None of these "mechanics" make a single bit of sense, not logically, not gameplay-wise, not lore-wise and definitely not in immersion. It's just pure frustration that the game is forcing me to jump through
completely unnecessary hoops to achieve the
same thing I could do in X3 with the press of a button. It makes no friggin sense at all.
Kadatherion wrote: ↑Tue, 4. Dec 18, 04:21
... let's be honest: a game makes most of its profits right after its launch, so from a publishing standpoint it's often more important to have some intriguing promises rather than actually delivering on them...
Sure, you can do that...
once. But after losing the trust of your community, there is no going back. This is exactly what happened with Rebirth. People weren't so sad and angry at Rebirth because it was a bad game (or not only), but because they felt betrayed, swindled, lied to. EGOSOFT promised the the proverbial paradise of space sims with XR, but what we got was anything but. I was friggin
livid when I first started XR and saw just what unmitigated disaster it was, and the fact it wasn't an X game at all. I was beside myself for weeks, "how could you do this us Egosoft? HOW COULD YOU?!". Sure, they told us it "wasn't going to be X4", and that it's "different", but I don't think any one of us was prepared for the fact it won't even be an X game. That's where EGOSOFT lost all respect and faith I had in them. Quite honestly, I wasn't even going to buy X4 at all. I only got it because I watched Cohh play it and I saw it was actually the game we all wanted, or at least a
Foundation of it.
Dev studios and publishers have a certain amount of goodwill put into them by the gamers.
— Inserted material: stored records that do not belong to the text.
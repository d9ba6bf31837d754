package sim

import (
	"math"
	"testing"

	"gonum.org/v1/gonum/spatial/r3"

	"forereach/zones"
)

// The planted incidents of testdata/scenarios/planted-incidents.yaml, as
// documented in the file, against the example cell's zones. Expected times
// come from the minimum-jerk profile s(τ) = 10τ³ − 15τ⁴ + 6τ⁵ (Flash &
// Hogan, 1985), solved here independently of the simulator's code.
func TestTruthPlantedIncidents(t *testing.T) {
	sc := loadFile(t, "planted-incidents.yaml")
	set, err := exampleCell(t).BuildZones()
	if err != nil {
		t.Fatal(err)
	}
	zs := FixedZones(set)
	if len(zs) != 7 {
		t.Fatalf("%d fixed zones in the example cell, want 7 (two are attached to the tool)", len(zs))
	}
	r := sc.Run(1)
	tr := r.Truth(zs, 0.15)

	// τ* with s(τ*) = 1/3: the right hand crosses x = 1.7 on its way from
	// 1.3 to 2.5.
	s := func(u float64) float64 { return u * u * u * (10 - 15*u + 6*u*u) }
	lo, hi := 0.0, 1.0
	for range 100 {
		m := (lo + hi) / 2
		if s(m) < 1.0/3 {
			lo = m
		} else {
			hi = m
		}
	}
	tau := (lo + hi) / 2

	const tol = 1e-7 // bisection to 1e-9 s on a 1 ms grid; allow rounding
	want := []Entry{
		{Track: "op1/right", Zone: "robot-envelope", Enter: 1 + tau, Exit: 3.5 - tau},
		{Track: "op1/right", Zone: "infeed-pick", Enter: 1.5, Exit: 3.0},
	}
	if len(tr.Entries) != len(want) {
		t.Fatalf("entries %+v, want %+v", tr.Entries, want)
	}
	for i, w := range want {
		g := tr.Entries[i]
		if g.Track != w.Track || g.Zone != w.Zone || math.Abs(g.Enter-w.Enter) > tol || math.Abs(g.Exit-w.Exit) > tol || g.Open {
			t.Errorf("entry %d: %+v, want %+v", i, g, w)
		}
	}
	// infeed-pick: the hand stops at (2.5, 3.95, 1.0); its depth is the
	// distance to the nearest face of the box [1.9, 3.1]×[3.5, 4.3]×[0, 1.3]:
	// min(0.6, 0.6, 0.45, 0.35, 1.0, 0.3) = 0.3 (the top).
	if d := tr.Entries[1].Depth; math.Abs(d-0.3) > 1e-9 {
		t.Errorf("infeed-pick depth %g, want 0.3", d)
	}

	wantNear := []NearPass{
		{Track: "op1/left", Zone: "robot-envelope", T: 4.8, Dist: 0.10},
		{Track: "op1/right", Zone: "robot-envelope", T: 7.6, Dist: 0.05},
	}
	if len(tr.NearPasses) != len(wantNear) {
		t.Fatalf("near passes %+v, want %+v", tr.NearPasses, wantNear)
	}
	for i, w := range wantNear {
		g := tr.NearPasses[i]
		if g.Track != w.Track || g.Zone != w.Zone || math.Abs(g.T-w.T) > 1e-4 || math.Abs(g.Dist-w.Dist) > 1e-12 {
			t.Errorf("near pass %d: %+v, want %+v", i, g, w)
		}
		if !(g.Start < g.T && g.T < g.End) {
			t.Errorf("near pass %d: closest approach %g outside [%g, %g]", i, g.T, g.Start, g.End)
		}
	}
	// Closest approaches: infeed-pick and robot-envelope are entered
	// (negative distances). The right hand at (2.5, 3.95, 1.0) is 0.8 m
	// inside the envelope's west face x = 1.7, 0.65 m from its north face
	// y = 4.6 and 2 m below its top: depth 0.65. The other zones stay
	// farther than the near distance (no near pass was reported).
	for _, c := range tr.Closest {
		switch c.Zone {
		case "robot-envelope":
			if c.Track != "op1/right" || math.Abs(c.Dist+0.65) > 1e-9 {
				t.Errorf("closest approach to robot-envelope %+v, want op1/right at -0.65 m", c)
			}
		case "infeed-pick":
			if c.Track != "op1/right" || math.Abs(c.Dist+0.3) > 1e-9 {
				t.Errorf("closest approach to infeed-pick %+v, want op1/right at -0.3 m", c)
			}
		default:
			if c.Dist < 0.15 {
				t.Errorf("closest approach to %s %+v: closer than the near distance, yet no near pass", c.Zone, c)
			}
		}
	}
	if ls := r.Losses(); len(ls) != 1 || ls[0] != (LossWindow{"op1/right", 6, 6.5}) {
		t.Errorf("losses %+v, want op1/right over [6, 6.5)", ls)
	}
}

// Truth does not disturb the stream: the measurements are the same
// whether or not it was asked first.
func TestTruthLeavesStream(t *testing.T) {
	sc := loadFile(t, "demo.yaml")
	set, err := exampleCell(t).BuildZones()
	if err != nil {
		t.Fatal(err)
	}
	a, b := sc.Run(4), sc.Run(4)
	tr := a.Truth(FixedZones(set), 0.1)
	if len(tr.Entries) == 0 {
		t.Error("the demo has no zone entry")
	}
	for {
		m1, ok1 := a.Next()
		m2, ok2 := b.Next()
		if ok1 != ok2 || m1 != m2 {
			t.Fatalf("streams differ: %+v / %+v", m1, m2)
		}
		if !ok1 {
			break
		}
	}
}

// A hand resting on a zone's surface, trembling across it, counts as one
// entry; one resting at the near distance as one near pass.
func TestTruthHysteresis(t *testing.T) {
	sc := load(t, `
duration: 6s
tremor: {rms: 0.0002}
operators:
  - name: op1
    at: [0, 0]
    heading: 0
    hands:
      - {name: a, rest: [0.5, 0, 1.0]}
      - {name: b, rest: [0.5, 2, 1.0]}
    timeline:
      - reach: {hand: a, to: [1.0, 0, 1.0], duration: 1s}   # onto the face x = 1
      - parallel: true
        reach: {hand: b, to: [0.9, 2, 1.0], duration: 1s}   # 0.1 m from it
`)
	box, err := zones.NewBox(r3.Vec{X: 1, Y: -1, Z: 0}, r3.Vec{X: 2, Y: 3, Z: 2})
	if err != nil {
		t.Fatal(err)
	}
	r := sc.Run(2)
	// The tremor does take hand a across the face many times.
	crossings, prev := 0, false
	for k := 1000; k <= 6000; k++ {
		p, _ := r.Position("op1/a", float64(k)/1000)
		if in := p.X >= 1; in != prev {
			crossings++
			prev = in
		}
	}
	if crossings < 10 {
		t.Fatalf("only %d crossings of the face by the trembling hand: the test does not test", crossings)
	}
	tr := r.Truth([]Zone{{Name: "box", Volume: box}}, 0.1)
	if len(tr.Entries) != 1 || tr.Entries[0].Track != "op1/a" {
		t.Errorf("entries %+v, want one of op1/a", tr.Entries)
	}
	if len(tr.NearPasses) != 1 || tr.NearPasses[0].Track != "op1/b" {
		t.Errorf("near passes %+v, want one of op1/b", tr.NearPasses)
	}
}
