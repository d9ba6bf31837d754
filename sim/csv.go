package sim

import (
	"bufio"
	"io"
	"strconv"
)

// CSVWriter writes measurements as a CSV recording: the header
// "t,track,x,y,z", then one line per sample with the source time in seconds
// and the measured position in metres, the format forecast's CSV reader
// reads. Numbers are written in the shortest form that reads back exactly.
type CSVWriter struct {
	w   *bufio.Writer
	buf []byte
	err error
}

// NewCSVWriter writes the header to w and returns the writer. Nothing
// reaches w before Flush beyond what the buffer holds.
func NewCSVWriter(w io.Writer) *CSVWriter {
	c := &CSVWriter{w: bufio.NewWriterSize(w, 64<<10)}
	_, c.err = c.w.WriteString("t,track,x,y,z\n")
	return c
}

// Write appends one sample. It allocates nothing in steady state. Errors
// are sticky.
func (c *CSVWriter) Write(m *Measurement) error {
	if c.err != nil {
		return c.err
	}
	b := strconv.AppendFloat(c.buf[:0], m.T, 'f', -1, 64)
	b = append(b, ',')
	b = append(b, m.Track...)
	for _, x := range [3]float64{m.P.X, m.P.Y, m.P.Z} {
		b = append(b, ',')
		b = strconv.AppendFloat(b, x, 'f', -1, 64)
	}
	b = append(b, '\n')
	c.buf = b
	_, c.err = c.w.Write(b)
	return c.err
}

// Flush writes buffered lines to the underlying writer.
func (c *CSVWriter) Flush() error {
	if c.err != nil {
		return c.err
	}
	c.err = c.w.Flush()
	return c.err
}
It's like a currency. The more better games you release, with mechanics the players actually like or desire, and the more you communicate and listen to them, the more goodwill you gonna get. Just like CD Project Red, Owlcat Games or Digital Extremes for example. But when you lie to them, trick them, scam them or betray them, like EA, Activision, Ubisoft and Bethesda does on a daily basis, that's when you lose goodwill points. Lose enough goodwill and people will stop buying your garbage. The goodwill for EGOSOFT comes not from the fact they release good games, because they don't. Their goodwill comes entirely from the community, who ultimately fix and extend their games with mechanics and functionality we do want. Take that away, and they got nothing, but a broken mess nobody wants to play. Just imagine if modding was not possible for X games? Scary thought, isn't it?